Para Eugênio Aragão, ex-ministro da Justiça, o TSE não resistiu à pressão da procuradora-geral, Raquel Dodge, para impedir Lula de participar da campanha presidencial. “A Dodge tem feito uma pressão enorme. Será uma temeridade analisar o caso sem ler as 2 mil páginas. Sinal dos tempos”.

Em nota publicada pelo PT pouco antes do julgamento começar, o partido classificou como uma “violência judicial contra o Lula e o povo” colocar na pauta da sessão extraordinária o julgamento do registro do ex-presidente Lula.

“A defesa de Lula, protocolada ontem à noite, tem cerca de 200 páginas contendo provas e argumentos que certamente não foram lidos com a devida atenção pelos ministros, dada a evidente falta de tempo para tal”, explica.

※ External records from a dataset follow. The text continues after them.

/// Parses `YYYY-MM-DD` (UTC midnight) or milliseconds since the epoch (1 to 15 digits, as the
/// document's pattern says).
pub fn parse_time_bound(field: &str, text: &str) -> Result<i64, FieldProblem> {
    if !text.is_empty() && text.len() <= 15 && text.bytes().all(|b| b.is_ascii_digit()) {
        if let Ok(ms) = text.parse::<i64>() {
            return Ok(ms);
        }
    }
    let bad = || {
        FieldProblem::new(
            field,
            format!("{text:?} is neither a date YYYY-MM-DD nor milliseconds since 1970-01-01 UTC"),
        )
    };
    crate::calendar::utc_midnight_ms(text).ok_or_else(bad)
}

/// Lists runs, newest first, filtered by device, state and creation date.
#[utoipa::path(get, path = "/api/v1/runs", tag = "runs", security(("bearer" = [])),
    params(RunListQuery),
    responses((status = 200, body = RunList), (status = 401, body = Problem),
              (status = 422, description = "A filter is invalid", body = Problem)))]
pub async fn list_runs(
    _caller: Viewer,
    State(state): State<AppState>,
    ApiQuery(query): ApiQuery<RunListQuery>,
) -> Result<Json<RunList>, Problem> {
    let mut errors = Vec::new();
    let run_state = match query.state.as_deref() {
        None | Some("") => None,
        Some(word) => match RunState::parse(word) {
            Some(s) => Some(s),
            None => {
                errors.push(FieldProblem::new(
                    "state",
                    format!("unknown state {word:?}; use queued, running, completed, failed, cancelled or interrupted"),
                ));
                None
            }
        },
    };
    let mut bound = |field: &str, value: &Option<String>| match value.as_deref() {
        None | Some("") => None,
        Some(text) => parse_time_bound(field, text)
            .map_err(|e| errors.push(e))
            .ok(),
    };
    let since = bound("since", &query.since);
    let until = bound("until", &query.until);
    let paged = paging(query.page, query.per_page, 50);
    let (page, per_page) = match paged {
        Ok(p) => p,
        Err(problem) => {
            errors.extend(problem.errors);
            (1, 1)
        }
    };
    if !errors.is_empty() {
        return Err(Problem::invalid("invalid run filter", errors));
    }
    let filter = RunFilter {
        device_serial: query.device.filter(|d| !d.is_empty()),
        state: run_state,
        created_from_unix_ms: since,
        created_before_unix_ms: until,
        limit: per_page,
        offset: (page - 1).saturating_mul(per_page),
        ..RunFilter::default()
    };
    let listed = state.store().list_runs(&filter).await?;
    Ok(Json(RunList {
        runs: listed.runs.iter().map(RunSummary::from).collect(),
        page,
        per_page,
        total: listed.total,
    }))
}

/// One run: its plan, state and V_pi per frequency.
#[utoipa::path(get, path = "/api/v1/runs/{run_id}", tag = "runs", security(("bearer" = [])),
    params(("run_id" = i64, Path, description = "Run id")),
    responses((status = 200, body = RunView), (status = 401, body = Problem), (status = 404, body = Problem)))]
pub async fn get_run(
    _caller: Viewer,
    State(state): State<AppState>,
    ApiPath(run_id): ApiPath<i64>,
) -> Result<Response, Problem> {
    if let Some(view_json) = state.read_cache().final_run(run_id) {
        return Ok(json_bytes(view_json));
    }
    let (run, view) = run_view(&state, run_id).await?;
    let view_json =
        Bytes::from(serde_json::to_vec(&view).map_err(|e| {
            Problem::internal(format!("the run could not be written as JSON: {e}"))
        })?);
    // A resumable failure can still change; every other final run cannot.
    if run.state.is_final() && !run.resumable {
        state.read_cache().keep_final_run(run_id, view_json.clone());
    }
    Ok(json_bytes(view_json))
}

/// The printable calibration report of a run: one self-contained HTML document (plots as inline
/// SVG, no scripts, no external resources) with the device, dates, instruments, drive chain,
/// analysis method, software, operator, the V_pi table with uncertainties, the response with its
/// -3 dB / -6 dB points, the excluded points with reasons and the limits in force.
#[utoipa::path(get, path = "/api/v1/runs/{run_id}/report.html", tag = "runs", security(("bearer" = [])),
    params(("run_id" = i64, Path, description = "Run id")),
    responses((status = 200, content_type = "text/html", body = String,
               description = "The report, UTF-8 HTML"),
              (status = 401, body = Problem), (status = 404, body = Problem)))]
pub async fn run_report(
    _caller: Viewer,
    State(state): State<AppState>,
    ApiPath(run_id): ApiPath<i64>,
) -> Result<Response, Problem> {
    let (_, view) = run_view(&state, run_id).await?;
    let budget =
        super::budget::budget_for_run(&state, run_id, &super::budget::BudgetQuery::default())
            .await
            .map_err(|p| super::budget::unavailable_reason(&p));
    let html = crate::api::calibration_report::report_html_with_budget(
        &view,
        budget.as_ref().map_err(String::as_str),
        crate::store::now_unix_ms(),
    );
    Ok(([(CONTENT_TYPE, "text/html; charset=utf-8")], html).into_response())
}

/// A run's stored record and its view, read from the store.
async fn run_view(state: &AppState, run_id: i64) -> Result<(RunRecord, RunView), Problem> {
    let store = state.store();
    // Read first: if the run is final now, nothing read after this can differ.
    let run = store.run(run_id).await?;
    let measured_points = usize::try_from(store.point_count(run_id).await?).unwrap_or(0);
    let results = store.frequency_results(run_id).await?;
    let instruments = store.run_instruments(run_id).await?;
    let sweeps = store.analyzer_sweeps(run_id).await?;
    let sweeps_at = |index: u32| {
        sweeps
            .iter()
            .find(|(i, _)| *i == index)
            .map(|(_, count)| *count)
    };
    let view = RunView {
        summary: RunSummary::from(&run),
        plan: run.plan().unwrap_or(serde_json::Value::Null),
        measured_points,
        analyzer_sweeps: sweeps.iter().map(|(_, count)| count).sum(),
        instruments,
        provenance: ProvenanceView::from(&run),
        results: results
            .iter()
            .map(|r| FrequencyResultView {
                frequency_index: r.frequency_index,
                frequency_hz: r.frequency_hz,
                v_pi_volts: r.v_pi_volts,
                v_pi_uncertainty_volts: r.v_pi_uncertainty_volts,
                excluded_points: stored_json_array(&r.excluded_points_json),
                analyzer_sweeps: sweeps_at(r.frequency_index),
            })
            .collect(),
    };
    Ok((run, view))
}

/// A response with JSON already serialised.
pub fn json_bytes(body: Bytes) -> Response {
    ([(CONTENT_TYPE, "application/json")], body).into_response()
}

/// The measured points of a run, by frequency then level, one page at a time.
#[utoipa::path(get, path = "/api/v1/runs/{run_id}/points", tag = "runs", security(("bearer" = [])),
    params(("run_id" = i64, Path, description = "Run id"), PageQuery),
    responses((status = 200, body = PointList), (status = 401, body = Problem),
              (status = 404, body = Problem), (status = 422, body = Problem)))]
pub async fn list_points(
    _caller: Viewer,
    State(state): State<AppState>,
    ApiPath(run_id): ApiPath<i64>,
    ApiQuery(query): ApiQuery<PageQuery>,
) -> Result<Json<PointList>, Problem> {
    let (page, per_page) = paging(query.page, query.per_page, 200)?;
    let store = state.store();
    // A run kept as final exists; any other is looked up so that a wrong id gets 404.
    if state.read_cache().final_run(run_id).is_none() {
        store.run(run_id).await?;
    }
    let total = usize::try_from(store.point_count(run_id).await?).unwrap_or(0);
    let offset = u64::from(page - 1) * u64::from(per_page);
    let points = store.points_page(run_id, per_page, offset).await?;
    Ok(Json(PointList {
        points: points.into_iter().map(PointView::from).collect(),
        page,
        per_page,
        total,
    }))
}

async fn point_of_run(
    state: &AppState,
    run_id: i64,
    point_id: i64,
) -> Result<PointRecord, Problem> {
    point_with_number(state, run_id, point_id)
        .await
        .map(|(p, _)| p)
}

De acordo com o partido, “Lula tem direito de ser candidato, conforme a lei brasileira e por determinação do Comitê de Direitos Humanos da ONU, que o estado brasileiro tem de cumprir”.

Fernando Haddad

Pouco antes do julgamento começar, Fernando Haddad, em campanha no Ceará, afirmou que fosse qual fosse a decisão do TSE, só haverá uma posição dele na segunda-feira 3, após se encontrar com Lula em Curitiba na qualidade de advogado do ex-presidente. Nos finais de semana nem a defesa tem acesso ao local onde o petista está preso.

Questionado sobre se há algum risco de o PT não apresentar sua propaganda eleitoral de amanhã no rádio e na TV, ele negou e acrescentou que não deve haver mudança de conteúdo.

“Quero crer que qualquer que seja a decisão [do TSE], ela não pode ter vigência imediata até porque os programas já estão sendo transmitidos. Nós temos inserções que foram transmitidas hoje no horário eleitoral. Como você vai fazer uma lei retroagir? Não vejo esse risco. Mas o programa de terça-feira talvez tenha que passar por alguma modificação, dependendo da decisão, que eu espero que seja favorável, de acordo com o direito internacional.”